Welcome to CrushTheStreet.com's Weekly Market Wrapup!
Our top story for the week is a stunning revelation by the Department of Justice that they will begin investigating charges of potential manipulation in the gold and silver markets. Included in the investigative scope are unusual trading activities within specific U.S. Treasury markets, as well as certain sectors within the broad crude oil exchange. What is especially noteworthy is that the mainstream media, courtesy of Bloomberg, is running the headline, and not what many would consider to be a "conspiracy theorist" resource. However, those that have staunchly held the view that the precious metals markets are manipulated will likely have an uphill battle in extracting an open-admission by the powers-that-be.

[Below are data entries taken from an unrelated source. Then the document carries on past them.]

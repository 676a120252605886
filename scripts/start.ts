// The second half of scripts/start, once Node.js and its packages are there: database, demo club, build, processes.
import { mkdirSync, rmSync } from 'node:fs';
import { join } from 'node:path';
import { Client } from 'pg';
import { migrateAll } from './migrate';
import { ensureBuild } from './stack/build';
import { root } from './stack/places';
import { plant, type Planted } from './stack/plant';
import { isFree, keptPorts } from './stack/ports';
import { lastRun, type Processes } from './stack/processes';
import { portalEnv, startStack, type StackSettings } from './stack/stack';
import { command, step, Trouble } from './stack/step';

const FOLDER = '.tmp/start';
const fresh = process.argv.includes('--fresh');
const stopped = new AbortController();
let processes: Processes | null = null;
let postgresRuns = false;

async function main() {
  mkdirSync(join(root, FOLDER), { recursive: true });
  const port = portFrom(process.env['PORT']);
  const { living, leftovers } = await lastRun(FOLDER);
  if (living !== null) throw new Trouble(`It is running already (process ${living}). Stop it there with Ctrl-C first.`);
  postgresRuns = leftovers;
  if (!(await isFree(port))) throw new Trouble(`Port ${port} is taken by another program. Stop that one, or choose another port: PORT=${port + 1} scripts/start`);
  if (fresh) for (const name of ['cards.jsonl', 'letters', 'ports.json']) rmSync(join(root, FOLDER, name), { recursive: true, force: true });

  postgresRuns = true;
  const database = await step('Starting PostgreSQL', () => startPostgres());
  const ports = { server: port, ...(await keptPorts(FOLDER)) };
  const settings: Omit<StackSettings, 'build'> = { mode: 'demo', folder: FOLDER, database, ports, remembers: true };
  await step('Bringing the database up to date', () => prepare(database));
  const env = portalEnv({ ...settings, build: '.next' });
  const planted = await step('Planting the demo club', () => plant({ ...env, CARDS_FILE: join(root, FOLDER, 'cards.jsonl') }, database.MIGRATE_DATABASE_URL, stopped.signal));
  const build = await ensureBuild(stopped.signal);
  stopped.signal.throwIfAborted();
  processes = await step('Starting', () => startStack({ ...settings, build }, (why) => void stop(1, why.message)));
  stopped.signal.throwIfAborted();
  console.log(welcome(ports, planted));
}

function portFrom(text: string | undefined): number {
  if (text === undefined || text === '') return 3000;
  const port = Number(text);
  if (!/^\d+$/.test(text) || port < 1024 || port > 65_535) throw new Trouble(`PORT is "${text}", and must be a number from 1024 to 65535. Say for example: PORT=3100 scripts/start`);
  return port;
}

async function startPostgres() {
  const lines = (await command('Starting PostgreSQL', [join(root, 'scripts/postgres'), 'start'], { signal: stopped.signal })).trim().split('\n');
  const read = (key: string) => lines.find((line) => line.startsWith(`${key}=`))?.slice(key.length + 1) ?? '';
  return {
    DATABASE_URL: read('DATABASE_URL'), MIGRATE_DATABASE_URL: read('MIGRATE_DATABASE_URL'),
    QUEUE_DATABASE_URL: read('QUEUE_DATABASE_URL'), ADMIN_DATABASE_URL: read('ADMIN_DATABASE_URL'),
  };
}

/** Empties the database for `--fresh`, or when the last planting was broken off; then migrates. */
async function prepare(database: Awaited<ReturnType<typeof startPostgres>>) {
  if (fresh || !(await hasClub(database.MIGRATE_DATABASE_URL))) {
    const admin = new Client({ connectionString: database.ADMIN_DATABASE_URL.replace(/[^/]*$/, 'postgres') });
    await admin.connect();
    await admin.query('drop database if exists leafhalt with (force)');
    await admin.end();
    await startPostgres(); // makes the database that is missing
  }
  await migrateAll({ ownerUrl: database.MIGRATE_DATABASE_URL, queueUrl: database.QUEUE_DATABASE_URL });
}

/** The comment on the database says when its demo club was complete; an empty table says that it has gone since. */
async function hasClub(url: string): Promise<boolean> {
  const client = new Client({ connectionString: url });
  await client.connect();
  const { rows } = await client.query<{ note: string | null }>("select shobj_description(oid, 'pg_database') as note from pg_database where datname = current_database()");
  const isPlanted = rows[0]?.note?.startsWith('planted ') ?? false;
  const isThere = isPlanted && (await client.query('select 1 from club')).rows.length > 0;
  await client.end();
  return isThere;
}

function welcome(ports: StackSettings['ports'], { plantedOn, signIns }: Planted): string {
  const today = new Date().toISOString().slice(0, 10);
  const wide = (field: 'email' | 'password') => Math.max(...signIns.map((one) => one[field].length));
  return `
  The club is open:   http://127.0.0.1:${ports.server}
  Letters it sends:   http://127.0.0.1:${ports.inbox}
  Card for trying:    4242 4242 4242 4242 (others stand on the pay page)

  Sign in as one of these, with the code that comes as a letter or with the password:
${signIns.map((one) => `    ${one.email.padEnd(wide('email'))}  ${one.password.padEnd(wide('password'))}  ${one.does}`).join('\n')}
${plantedOn === today ? '' : `\n  The demo club's days count from ${plantedOn}. For days from today: scripts/start --fresh\n`}
  Ctrl-C stops all of it.
`;
}

let stopping = false;
async function stop(code: number, says = '') {
  if (stopping) {
    processes?.kill(); // asked twice: do not wait for jobs
    return;
  }
  stopping = true;
  stopped.abort();
  if (says) console.error(`\n${says}`);
  if (process.stdout.isTTY) process.stdout.write('\r  Stopping …\n');
  await processes?.stop();
  if (postgresRuns) await command('Stopping PostgreSQL', [join(root, 'scripts/postgres'), 'start', 'stop']).catch(() => undefined);
  process.exit(code);
}
for (const signal of ['SIGINT', 'SIGTERM', 'SIGHUP'] as const) process.on(signal, () => void stop(signal === 'SIGINT' ? 130 : 143));

main().catch((error: unknown) => {
  if (stopped.signal.aborted) return;
  void stop(1, error instanceof Trouble ? error.message : `This did not work: ${error instanceof Error ? (error.stack ?? error.message) : String(error)}`);
});
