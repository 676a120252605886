// The second half of scripts/test: runs each kind of check, shows the clock, and adds up what passed and what failed.
import { spawn } from 'node:child_process';
import { existsSync, mkdirSync, readFileSync, rmSync } from 'node:fs';
import { join } from 'node:path';
import { createInterface } from 'node:readline';
import { z } from 'zod';
import { ensureBuild } from './stack/build';
import { root } from './stack/places';
import { command, endGroup } from './stack/step';

const FOLDER = '.tmp/test';
const began = Date.now();
const bin = (name: string) => join('node_modules/.bin', name);
const running = new Set<number>();
let passed = 0;
let failed = 0;

function say(line: string) {
  const seconds = Math.floor((Date.now() - began) / 1000);
  console.log(`${String(Math.floor(seconds / 60)).padStart(2)}:${String(seconds % 60).padStart(2, '0')}  ${line}`);
}

/** Runs a command with each line of its output behind the clock; true when it ended well. */
async function run(label: string, [file = '', ...args]: string[], env: Record<string, string> = {}): Promise<boolean> {
  say(label);
  const heartbeat = setInterval(() => say(`${label} …`), 30_000);
  const child = spawn(file, args, { cwd: root, detached: true, stdio: ['ignore', 'pipe', 'pipe'], env: { ...process.env, ...env, NO_COLOR: '1' } });
  if (child.pid) running.add(child.pid);
  for (const stream of [child.stdout, child.stderr]) {
    createInterface({ input: stream }).on('line', (line) => {
      heartbeat.refresh();
      if (line.trim() !== '') say(`    ${line}`);
    });
  }
  const code = await new Promise((resolve) => child.on('close', resolve).on('error', () => resolve(null)));
  clearInterval(heartbeat);
  if (child.pid) running.delete(child.pid);
  return code === 0;
}

function check(label: string, ok: boolean) {
  if (!ok) {
    failed += 1;
    say(`${label}: not right`);
  }
}

const vitestReport = z.object({
  numPassedTests: z.number(), numFailedTests: z.number(), numPendingTests: z.number(), numTodoTests: z.number(),
  testResults: z.array(z.object({ status: z.string(), assertionResults: z.array(z.object({ status: z.string() })) })),
});
const browserReport = z.object({ stats: z.object({ expected: z.number(), unexpected: z.number(), flaky: z.number(), skipped: z.number() }), errors: z.array(z.unknown()) });

/** Checks against published tables are left out where the folder of tables is not there, and only there. */
const hasTables = existsSync(join(root, '..', 'shared', 'data'));

/** Adds a report up. A test left out without that reason, or one that passed only at the second try, counts as failed. */
function add(label: string, ok: boolean, report: { good: number; bad: number; leftOut: number } | null) {
  passed += report?.good ?? 0;
  const leftOut = report?.leftOut ?? 0;
  const bad = (report?.bad ?? 0) + (hasTables ? leftOut : 0);
  failed += bad > 0 || ok ? bad : 1; // it ended badly without saying which test
  say(`${label}: ${report?.good ?? 0} passed, ${bad > 0 || ok ? bad : 1} failed${leftOut > 0 ? `, ${leftOut} left out` : ''}`);
}

function readReport<T>(file: string, schema: z.ZodType<T>): T | null {
  return existsSync(join(root, file)) ? schema.parse(JSON.parse(readFileSync(join(root, file), 'utf8'))) : null;
}

async function vitest() {
  const file = `${FOLDER}/vitest.json`;
  const ok = await run('Unit, database and page tests', [bin('vitest'), 'run', '--reporter=default', '--reporter=json', `--outputFile.json=${file}`]);
  const report = readReport(file, vitestReport);
  const unread = report?.testResults.filter((one) => one.status === 'failed' && one.assertionResults.every((test) => test.status !== 'failed')).length ?? 0;
  add('Unit, database and page tests', ok, report && { good: report.numPassedTests, bad: report.numFailedTests + unread, leftOut: report.numPendingTests + report.numTodoTests });
}

async function browser() {
  const file = `${FOLDER}/browser.json`;
  const ok = await run('Browser tests', [bin('playwright'), 'test'], { LEAFHALT_E2E_REPORT: file });
  const report = readReport(file, browserReport);
  add('Browser tests', ok, report && { good: report.stats.expected, bad: report.stats.unexpected + report.stats.flaky + (report.stats.unexpected === 0 ? report.errors.length : 0), leftOut: report.stats.skipped });
}

async function build() {
  say('Production build');
  const problem: unknown = await ensureBuild().then(() => null, (error: unknown) => error);
  if (problem instanceof Error) say(problem.message);
  check('Production build', problem === null);
  return problem === null;
}

async function postgresRuns(): Promise<boolean> {
  return command('Looking for PostgreSQL', [join(root, 'scripts/postgres'), 'test', 'status']).then(() => true, () => false);
}

let stopping = false;
async function stop(signal: NodeJS.Signals) {
  if (stopping) return;
  stopping = true;
  for (const pid of running) endGroup(pid, 'SIGINT'); // the browser tests then stop their portal
  const end = Date.now() + 15_000;
  while (running.size > 0 && Date.now() < end) await new Promise((resolve) => setTimeout(resolve, 100));
  for (const pid of running) endGroup(pid, 'SIGKILL');
  process.exit(signal === 'SIGINT' ? 130 : 143);
}
process.on('SIGINT', () => void stop('SIGINT'));
process.on('SIGTERM', () => void stop('SIGTERM'));

rmSync(join(root, FOLDER), { recursive: true, force: true });
mkdirSync(join(root, FOLDER), { recursive: true });
const ranBefore = await postgresRuns();
check('Vendor files', await run('Vendor files', [process.execPath, '--import', 'tsx', 'scripts/vendor.ts']));
check('Lint', await run('Lint', [bin('eslint'), '.', '--max-warnings=0']));
check('Types', await run('Types of the routes', [bin('next'), 'typegen']) && await run('Types', [bin('tsc'), '--noEmit']));
if (!stopping) await vitest();
if (!stopping && (await build())) await browser();
if (!ranBefore) await command('Stopping PostgreSQL', [join(root, 'scripts/postgres'), 'test', 'stop']).catch(() => undefined);
if (!stopping) {
  say(failed === 0 ? 'All is well.' : 'Not all is well.');
  console.log(`${passed} passed, ${failed} failed`);
  process.exit(failed === 0 && passed > 0 ? 0 : 1);
}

Prominent voices within the manipulation crowd, in particular, Ted Butler of Butler Research, and Bill Murphy of the Gold Anti-Trust Committee, have for decades rallied against the alleged collusion between big banks and the government. They accusation is that powerful entities have a vested interest in keeping gold and silver prices artificially low so that global fiat currencies appear comparatively strong or stable. The problem, of course, is that the movement hasn't gained much mainstream traction until now. But even with this newfound revelation, the nature of the gold manipulation argument would logically imply that the DOJ investigating such charges amounts to a fox guarding the henhouse. Should real indictments be handed down by authorities, the accusation would then be that "patsies" are given the fall in order to divert attention away from the real source of market injustice.
Still, this is welcome news to many who have asserted collusion in the metals market, and offers realistic hope that some sort of structural change will be implemented, at least to give the pretense of free-market enterprise. The investigation into gold and silver manipulation was a natural extension of the DOJ's analytical model, which was used extensively to track statistical deviations in foreign currency exchanges and which ultimately led to official charges against major banks in what has become known as the LIBOR scandal.
This conspiracy involved multiple currency traders colluding to manipulate key exchange rate benchmarks, bringing into question the integrity of the financial markets but also the embarrassing ability for corrupt individuals to side-step established safeguards. The resulting scandal led to more than 20 traders being placed on leave or outright terminated. In September of 2013, UBS came forward and submitted information to the DOJ in the hopes of cutting a lenient deal, a tactic that they honored just a few weeks ago. By pitting the elite banks against each other, the Justice Department hopes to induce more squealers, getting to the bottom of the manipulation charge at the quickest rate possible.
In financial news, the U.S. equities sector built off previous gains made in the middle of the week as optimism regarding the Greek debt deal buoyed market sentiment, with the benchmark S&P 500 closing up two-tenths of a percent. The precious metals complex continued to slumber, with gold down slightly at 1,180 while silver dipped 4-cents below the 16 dollar mark. Palladium also had a slow showing, down a little over a tenth of a percent against the prior session. Finally, bitcoin did manage to gain some momentum later in the week, with the digital currency trading just beneath 230 dollars.